**ABOUT THIS TASK**
Nothing but the lines from the one containing "for s, f in" through the one containing "cz, cr = s.centre[0]", both included, should be given again, each exactly as written below.

[Opening EXTRACTED ENTRIES section]

def axial_pieces(prep: PreparedProfile, loop_factors: Sequence[float]) -> AxialPieces:
    """Split the closed loops of a prepared profile into pieces monotone along the axis.

    >>> from revolve.geometry.profile import Loop, Profile, Axis
    >>> from revolve.geometry.checks import prepare
    >>> prep = prepare(Profile(loops=(Loop.from_points([(0, 1), (2, 1), (2, 3), (0, 3)]),)), Axis.x())
    >>> p = axial_pieces(prep, [1.0])
    >>> p.z_ref, p.line.shape, p.arc.shape
    (1.0, (4, 4), (0, 5))
    """
    pairs = list(_loop_segments(prep, loop_factors))
    zs = [c for s, _ in pairs for c in (s.start[0], s.end[0])]
    z_ref = float((min(zs) + max(zs)) / 2) if zs else 0.0
    lines, lf, arcs, af, curves, cf = [], [], [], [], [], []
    for s, f in pairs:
        if isinstance(s, Line):
            lines.append((s.start[0] - z_ref, s.start[1], s.end[0] - z_ref, s.end[1]))
            lf.append(f)
        elif isinstance(s, Arc):
            cz, cr = s.centre[0] - z_ref, s.centre[1]
            for p, q in split_arc(s, math.pi):
                arcs.append((cz, cr, s.radius, p, q))
                af.append(f)
        elif isinstance(s, Curve):
            c = _shifted_curve(s, -z_ref)
            for p, q in split_curve(s, (2,)):
                curves.append((c, p, q))
                cf.append(f)
        else:  # pragma: no cover - the segment kinds are closed
            raise TypeError(type(s).__name__)
    line = np.array(lines, dtype=float).reshape(-1, 4)
    arc = np.array(arcs, dtype=float).reshape(-1, 5)
    ends = np.concatenate([line[:, [0, 2]].ravel(),
                           (arc[:, 0:1] + arc[:, 2:3] * np.cos(arc[:, 3:5])).ravel(),
                           np.array([float(c.evaluate(np.array([t]))[0][0])
                                     for c, ta, tb in curves for t in (ta, tb)])])
    z_min = float(ends.min()) + z_ref if ends.size else 0.0
    z_max = float(ends.max()) + z_ref if ends.size else 0.0
    return AxialPieces(line, np.array(lf, dtype=float), arc, np.array(af, dtype=float),
                       tuple(curves), np.array(cf, dtype=float), z_ref, z_min, z_max)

[Closing EXTRACTED ENTRIES section]

**SOLUTION TO THE PROBLEM**
    for s, f in pairs:
        if isinstance(s, Line):
            lines.append((s.start[0] - z_ref, s.start[1], s.end[0] - z_ref, s.end[1]))
            lf.append(f)
        elif isinstance(s, Arc):
            cz, cr = s.centre[0] - z_ref, s.centre[1]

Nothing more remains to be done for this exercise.